Making elderberry cordial is very easy once you have your berries off the stems.  Wash them to remove any dust or bugs and place them in a saucepan. With a potato masher, squash the berries to remove the juice. Add a cup of water, bring to the boil and gently simmer for 20 minutes.

If you have a food press, pour the juice into the press and process the fruit to squeeze out all the juice. You'll end up with the pulp and seeds in the press and the juice in the jug. If you don't have a food press, mash the berries to remove as much juice as you can, then strain them through a fine sieve or a sieve with a muslin cloth over it. Press out as much juice as possible and discard the seeds and pulp. Our chooks had the leftovers and loved them. 

When you have the pure juice, add the juice of one lemon, pour it back into the saucepan and for every cup of juice, add half a cup of sugar. Bring to the boil, stirring to prevent it from burning. When the sugar is completely dissolved, allow to cool and pour into a clean bottle. If you want to keep the cordial for a long time, sterilise the bottle.

Elderberries are full of antioxidants, vitamins A and C, iron, magnesium, phosphorus and calcium. To make elderberry syrup for colds and flu you'll need:
  • 2 cups elderberries, de-stemed and washed
  • 2 cups water
  • ½ cup raw honey
  • 2 tablespoons fresh ginger, grated
Add the berries to a medium saucepan and, with a potato masher, mash the berries to release as much juice as possible. Add the ginger and water and bring to the boil. Gently simmer for 20 minutes. Process as above with the food press or a sieve, return to the saucepan and add honey. Stir until it's completely dissolved.

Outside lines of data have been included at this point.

#include "core/number_text.hpp"
#include "pipeline/detail/rate_fit.hpp"
#include "pipeline/detail/spec_settings.hpp"
#include "safesite/census/transition_data.hpp"
#include "safesite/error.hpp"
#include "safesite/pipeline/arrival_fit.hpp"
#include "safesite/pipeline/check.hpp"
#include "safesite/spec/mesh_memory.hpp"
#include "safesite/pipeline/data_rules.hpp"
#include "safesite/pipeline/fixed_model.hpp"
#include "safesite/pipeline/tables.hpp"
#include "safesite/stats/family.hpp"

namespace safesite::pipeline {

namespace {

// Rows of a table where a numeric 0/1 column equals 1.
stats::Table rows_where_one(const stats::Table& t, const std::string& column) {
    std::vector<std::size_t> rows;
    const auto& x = t.numeric(column);
    for (std::size_t i = 0; i < x.size(); ++i)
        if (x[i] == 1.0) rows.push_back(i);
    return t.select_rows(rows);
}

// The flowering plants alive in census year `label` whose seeds were not counted (rows of the
// census `plants` table): what the seed model of that year's kernel predicts for.
stats::Table uncounted_flowering(const stats::Table& plants, const std::string& label) {
    std::vector<std::size_t> rows;
    const auto& year = plants.categorical("year").values;
    const auto& flowered = plants.numeric("flowered");
    const auto& seeds = plants.numeric("seeds");
    for (std::size_t i = 0; i < plants.rows(); ++i)
        if (year[i] == label && flowered[i] == 1.0 && std::isnan(seeds[i])) rows.push_back(i);
    return plants.select_rows(rows);
}

Eigen::VectorXd given_arrival(const spec::ModelSpec& model) {
    const auto n = static_cast<Eigen::Index>(model.microsites.labels.size());
    if (static_cast<Eigen::Index>(model.arrival.fractions.size()) != n)
        throw SpecError({model.file.string(), model.arrival.at.line, 0, "arrival.fractions"},
                        "arrival fractions must be given for every microsite");
    return Eigen::Map<const Eigen::VectorXd>(model.arrival.fractions.data(), n);
}

// Two-sided normal p-value of a Wald z: erfc(|z| / √2).
double wald_p(double z) {
    return std::isfinite(z) ? std::erfc(std::abs(z) / std::sqrt(2.0)) : CoefficientRow::nan;
}

// The trapping and retention regressions as rate summaries and coefficient rows.
void add_arrival_rows(const ArrivalFit& a, FitResult& out) {
    const std::pair<const char*, const arrival::BinomialFit*> fits[] = {
        {"trapping", &a.trapping}, {"retention", &a.retention}};
    for (const auto& [name, fit] : fits) {
        out.rates.push_back({name, "binomial", stats::to_string(fit->link), fit->formula, "none",
                             false,
                             static_cast<std::size_t>(fit->nobs)});
        for (std::size_t j = 0; j < fit->names.size(); ++j) {
            CoefficientRow r{name, "all", "none", "fitted", fit->names[j]};
            const auto i = static_cast<Eigen::Index>(j);
            r.estimate = fit->coefficients[i];
            r.std_error = fit->standard_errors[i];
            r.statistic = r.estimate / r.std_error;
            r.p_value = wald_p(r.statistic);
            out.coefficients.push_back(r);
        }
        for (std::size_t g = 0; g < fit->groups.size(); ++g) {
            CoefficientRow r{name, "all", "none", "fitted", "sd(" + fit->groups[g] + ")"};
            r.estimate = fit->group_sd[g];
            // The SD's own standard error (empty when not available: a boundary fit).
            if (g < fit->group_sd_se.size()) r.std_error = fit->group_sd_se[g];
            out.coefficients.push_back(r);
        }
    }
}

// The range of the parent sizes seen in the census (sizes at t of the transitions).
void observed_range(const census::TransitionData& td, MeshSettings& mesh) {
    double lo = std::numeric_limits<double>::infinity(), hi = -lo;
    for (double x : td.transitions.numeric("size"))
        if (std::isfinite(x)) {
            lo = std::min(lo, x);
            hi = std::max(hi, x);
        }
    if (std::isfinite(lo)) {
        mesh.observed_lower = lo;
        mesh.observed_upper = hi;
    }
}

// No observed size (at t, at t + 1, of a recruit) may lie outside a mesh bound the model file
// gives: such plants would be moved to the mesh edge or lost (docs/errors.md, "sizes outside
// the mesh"). Derived bounds always hold every observed size. Checked before any fitting.
void check_sizes_inside(const spec::ModelSpec& model, const census::TransitionData& td) {
    if (model.mesh.allow_sizes_outside) return;
    const double lower = model.mesh.lower.value_or(-std::numeric_limits<double>::infinity());
    const double upper = model.mesh.upper.value_or(std::numeric_limits<double>::infinity());
    struct Side {
        bool upper;
        std::size_t records = 0;
        std::set<std::string> plants;
        double extreme = 0.0;
    };
    Side below{false, 0, {}, std::numeric_limits<double>::infinity()};
    Side above{true, 0, {}, -std::numeric_limits<double>::infinity()};
    auto scan = [&](const stats::Table& t, const char* column) {
        if (t.rows() == 0) return;
        const auto& x = t.numeric(column);
        const std::vector<std::string>* plant =
            t.has("plant") ? &t.categorical("plant").values : nullptr;
        for (std::size_t i = 0; i < x.size(); ++i) {
            if (!std::isfinite(x[i])) continue;
            Side* side = x[i] < lower ? &below : x[i] > upper ? &above : nullptr;
            if (!side) continue;
            ++side->records;
            side->plants.insert(plant ? (*plant)[i] : std::string(column) + std::to_string(i));
            side->extreme = side->upper ? std::max(side->extreme, x[i])
                                        : std::min(side->extreme, x[i]);
        }
    };
    scan(td.transitions, "size");
    scan(td.transitions, "size_next");
    scan(td.recruits, "size");
    for (const Side* side : {&above, &below}) {
        if (side->records == 0) continue;
        const auto t = model.size_transform;
        const double bound = side->upper ? upper : lower;
        auto data_scale = [&](double z) { return core::number_text(census::invert(t, z), 6); };
        const std::string key = side->upper ? "mesh.upper" : "mesh.lower";
        SourceLocation at = side->upper ? model.mesh.upper_at : model.mesh.lower_at;
        at.file = model.file.string();
        at.key = key;
        throw SpecError(
            at, "'" + key + "' = " + core::number_text(bound, 6) + " leaves out observed sizes: " +
                    std::to_string(side->records) + " size record(s) of " +
                    std::to_string(side->plants.size()) + " plant(s) lie " +
                    (side->upper ? "above" : "below") + " it (the most extreme " +
                    core::number_text(side->extreme, 6) + " on the kernel scale, " +
                    data_scale(side->extreme) + " on the scale of the data); " +
                    (side->upper ? "raise" : "lower") + " '" + key + "' beyond " +
                    core::number_text(side->extreme, 6) +
                    ", leave it out to derive it from the data, or set [mesh] "
                    "allow_sizes_outside = true to keep the mesh");
    }
}

}  // namespace

FitResult fit_given(const spec::ModelSpec& model) {
    FitResult out;
    FixedModelOptions options;
    if (model.arrival.method == spec::ArrivalMethod::experiments) {
        // No census: cover must be given, τ is averaged over the trial neighbours' sizes.
        out.arrival = fit_arrival(model, ArrivalCensusInputs{});
        for (const auto& w : out.arrival->warnings) out.warnings.push_back(w);
        options.chain = out.arrival->chain;
    }
    out.model = prepare_fixed(model, options);
    out.model.warnings = out.warnings;
    for (const auto& name : spec::rate_names()) {
        const auto& rate = model.rate(name);
        out.rates.push_back({name, rate.family, rate.link, rate.formula,
                             spec::to_string(rate.year), true, 0});
        const auto rows = detail::given_rows(rate);
        out.coefficients.insert(out.coefficients.end(), rows.begin(), rows.end());
    }
    if (out.arrival) add_arrival_rows(*out.arrival, out);
    out.establishment_given = true;
    return out;
}

FitResult fit(const spec::ModelSpec& model) {
    if (!model.data.census) {
        if (!model.all_rates_fixed())
            throw SpecError({model.file.string(), 0, 0, "data.census"},
                            "fitting needs a census ([data] census), or fixed coefficients for "
                            "every rate");
        return fit_given(model);
    }
    const census::Census c = census::load_census(*model.data.census, spec::to_census_options(model));
    if (model.arrival.method == spec::ArrivalMethod::experiments) {
        // Read the experiments first, so that a bad file or formula stops before any fitting.
        const ExperimentData e = read_experiments(model);
        return fit(model, c, &e);
    }
    return fit(model, c);
}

Cool slightly and pour into a clean bottle. If you want to store it for a while, sterilise the bottle.

I keep elderberry cordial in the fridge and dilute it with cold water or cold mineral water. It makes a very refreshing drink and the cordial costs a small fraction of what you'd buy it for in the shops.  If you don't have enough berries to make up some cordial, freeze the berries as you pick them and make it when you collect enough. The berries and the flowers are still very useable after they've been frozen.

Do you grow elder or have access to it? What are your favourite elderberry recipes?